Results and conclusion: As in the original study, we found extremely high canonical correlations between functional connectivity and clinical symptoms, and an optimal three-cluster solution. However, neither canonical correlations nor clusters were statistically significant. On the basis of our extensive evaluations of the analysis methodology used and within the limits of comparison of our sample relative to the sample used in Drysdale et al., we argue that the evidence for the existence of the distinct resting state connectivity-based subtypes of depression should be interpreted with caution.

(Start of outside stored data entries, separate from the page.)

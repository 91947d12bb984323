/**
 * The design file: one JSON document that describes a sensor front end (format "gainwright-design").
 * All numbers are SI base units (V, A, Ω, Hz, s, T, m, K, F; battery capacity in coulombs, 1 mAh = 3.6 C).
 * See docs/design-format.md for every field.
 */
import { check, quoteText, type Problem, type Spec } from './validate.js';
import type { SeriesName } from './eseries.js';
import { MAX_READINGS, type Reading } from './readings.js';
import { REGULATOR_DROPOUT } from './constants.js';
import { kitValues } from './kit.js';

export const DESIGN_FORMAT = 'gainwright-design';
export const DESIGN_VERSION = 1;
/** Largest design document the app and CLI accept, in bytes. */
export const MAX_DESIGN_BYTES = 1_000_000;

/**
 * The single-op-amp stages (docs/method.md, "Stages"): the four sign cases of Vout = m·Vs + b taught for
 * single-supply design, plus the four-resistor difference stage.
 */
export type Topology = 'non-inverting' | 'inverting' | 'summing-non-inverting' | 'summing-inverting' | 'difference';
/** Every stage, in the order `auto` considers them. */
export const TOPOLOGIES: readonly Topology[] = ['non-inverting', 'inverting', 'summing-non-inverting', 'summing-inverting', 'difference'];
export type TopologyChoice = Topology | 'auto';
export type Arrangement = 'single' | 'series' | 'parallel';
export type Rail = 'positive' | 'regulated';

/** Fields every sensor model has; the sensor front (src/physics/sensors.ts) carries them on. */
export interface SensorCommon {
  /** What is measured, as a unit symbol: "A", "mT", "V", "K". */
  measurand: string;
  /** Output resistance of the sensor, Ω. */
  sourceResistance: number;
  /** Output noise density of the sensor, V/√Hz (white). */
  noiseDensity: number;
  /** Small-signal −3 dB bandwidth of the sensor, Hz (single pole). */
  bandwidth: number;
  /** Relative tolerance of the sensitivity (0.02 = ±2 %). */
  sensitivityTolerance: number;
  /** Tolerance of the quiescent output, V. */
  quiescentTolerance: number;
  /** Relative drift of the sensitivity, 1/K. */
  sensitivityDrift: number;
  /** Drift of the quiescent output, V/K. */
  quiescentDrift: number;
  /** Sensor supply current, A (drawn from the rail that feeds it). */
  supplyCurrent: number;
  /** Current the sensor output can source or sink, A (0 = not stated). */
  outputDrive: number;
  /**
   * Bench readings of the sensor's output against the measurand (docs/design-format.md). With `use`, the
   * sensitivity and zero (and their tolerances) come from the fit of these readings instead of the
   * figures above (voltage-output and hall-gap-core sensors). Absent or null: none taken.
   */
  readings?: SensorReadings | null;
}

/** Readings of a sensor taken on the bench: [measurand, output volts] pairs, and whether the design uses their fit. */
export interface SensorReadings {
  use: boolean;
  points: Reading[];
}
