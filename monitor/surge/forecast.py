"""The next high water forecast, with a range conditioned on the storm now.

The forecast of a high water is its predicted level plus a forecast of what the weather will
add to it: the *skew surge*, the highest observed level of the tidal cycle minus the
predicted high water (Williams et al. 2016), which is what a reader compares the forecast
with afterwards. From the state now (the smoothed residual ``r``, its rate over the last
three hours, and where a barometer reports, the pressure tendency over the same three
hours) and the lead time ``L``, the change ``y = skew surge - r`` is forecast by a
location-scale regression with a range from *locally weighted (normalised) split conformal
prediction* (Lei et al. 2018, sec. 5.2; Papadopoulos et al. 2008):

- centre ``c(x)``: least squares of ``y`` on ``1, L, r, r L, rate L`` (and ``tendency L``);
- scale ``s(x)``: least squares of ``|y - c(x)|`` on ``1, sqrt(L), |r|, |r| sqrt(L), |rate| L``
  (and ``|tendency| L``), floored at 1 cm;
- the range: ``c(x) + q_lo s(x)`` to ``c(x) + q_hi s(x)``, where ``q_lo``, ``q_hi`` are the
  finite-sample conformal quantiles of the scores ``(y - c) / s`` computed out of fold
  (five contiguous blocks of the history, each scored by a fit to the others). The scores
  are taken separately for storm and calm states and for bands of lead time, so the range
  is calibrated *in storm conditions*, not only on average (Mondrian conformal prediction,
  Vovk et al. 2005, ch. 4).

A state is a storm state when ``|r| > 0.3 m`` or the residual rises faster than 0.1 m/h.
With fewer storms in the history than asked for (``residual.forecast_min_storms``) the
spread cannot be learnt: the range is then a deliberately wide rule of thumb (today's
unconditioned spread widened by half the surge and by its 3-hour rate kept for the whole
lead time, both ways), and the forecast says so in words. ``benchmarks/bench_forecast.py``
measures both on invented storms against the unconditioned method.

Pure functions on numpy/pandas (UTC times, metres, hPa); the daemon reads the store and
calls these (the store glue is at the end of this module).

References
----------
Lei, J., G'Sell, M., Rinaldo, A., Tibshirani, R. J., Wasserman, L. (2018). Distribution-free
predictive inference for regression. J. Am. Stat. Assoc. 113(523), 1094-1111.
Papadopoulos, H., Gammerman, A., Vovk, V. (2008). Normalized nonconformity measures for
regression conformal prediction. Proc. IASTED AIA 2008, 64-69.
Vovk, V., Gammerman, A., Shafer, G. (2005). Algorithmic Learning in a Random World. Springer.
Williams, J., Horsburgh, K. J., Williams, J. A., Proctor, R. N. F. (2016). Tide and skew surge
independence: new insights for flood risk. Geophys. Res. Lett. 43.
Hyndman, R. J., Fan, Y. (1996). Sample quantiles in statistical packages. Am. Stat. 50
(type 7, numpy's default: the unconditioned method's quantiles).
"""
from __future__ import annotations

Keywords: Anxiety; Clustering; Machine learning; Major depressive disorder; Replication.

Fig. 1

A scheme of the pipeline used in the original study and our pipeline. Data: in the original study, 220 depressed subjects have been analyzed as a part of a “cluster discovery” set and an additional 92 subjects were used as evaluation set. The clinical data (Clin) consisted of 17 HAM-D items. We have used 187 subjects with depression, anxiety disorder or depression-anxiety comorbidity. The clinical data consisted of 17 IDS items that best-matched the HAM-D item used in the original study. After preprocessing of fMRI data (RS), a correlation matrix between selected regions was created, resulting in ~35,000 features. A small subset of features (178 in the original study and 150 in our study) were selected based on their correlation with clinical symptoms (Sel.RS). Then, CCA was performed using these selected features and clinical symptoms. In the original study, a parametric test was used to the established statistical significance of CCA without taking a previous feature selection into an account. Hierarchical clustering was performed on first two resting state connectivity canonical variates (CV1, CV2). We have included an additional test, to test if the data cluster more than what is expected from data sampled from a Gaussian distribution. Stability of cluster assignment was evaluated in the original study by resampling of CV1 and CV2, We have extended the resampling stability evaluation to feature selection (in addition to the CCA procedures). Out of sample evaluation: in the original study, an additional 92 subjects were assigned to clusters according to a SVM model and clinical profiles of these clusters were compared to clinical profiles of clusters obtained in the cluster discovery set. We have evaluated the reproducibility of canonical correlations directly, using 10-fold cross-validation.

Fig. 2

A, B) CCA finds a linear combination (canonical variate) of brain connectivity features that maximizes correlation with a linear combination of clinical symptoms. Canonical correlations are high and comparable to the original study (0.95 and 0.91). C) The null distribution of the first canonical correlation obtained using permutation test. Although canonical correlations in A and B are seemingly high, they are also high under the null hypothesis and thus not statistically significant. D) Out of sample canonical correlation for first two canonical pairs estimated by 10 fold cross-validation. Each point represents out of sample canonical correlation for each cross-validation fold. Although the canonical correlation was high in the training set as showed in A and B, id dropped to a chance level correlation in the test sets. E) Canonical loadings for the first canonical variate and their stability under resampling of the data using leave-one-out (jack-knife) procedure. F) Clinical canonical loadings for all canonical variates (1–17) and first two reported in the original study (D1-D2).

Fig. 3

A) obtained 4-cluster solution using hierarchical clustering. B) Stability of the cluster assignment. Each subject is shown with the same color as it had in A, but the connectivity scores are recomputed under a small perturbation of the data i.e. leaving one subject out of the feature selection and CCA procedure. C) Variance ratio criterion is maximized at 3 clusters (4 in the original study). D) Silhouette index is maximized at 3 clusters. E, F) Null distribution of Variance ratio and silhouette indices. Showing that although these indices are maximized at 3 clusters, these results are not unusual even for the data simulated from a distribution with no clusters. Therefore these criteria do not imply evidence for the existence of clusters in our data or in the data presented in the original study.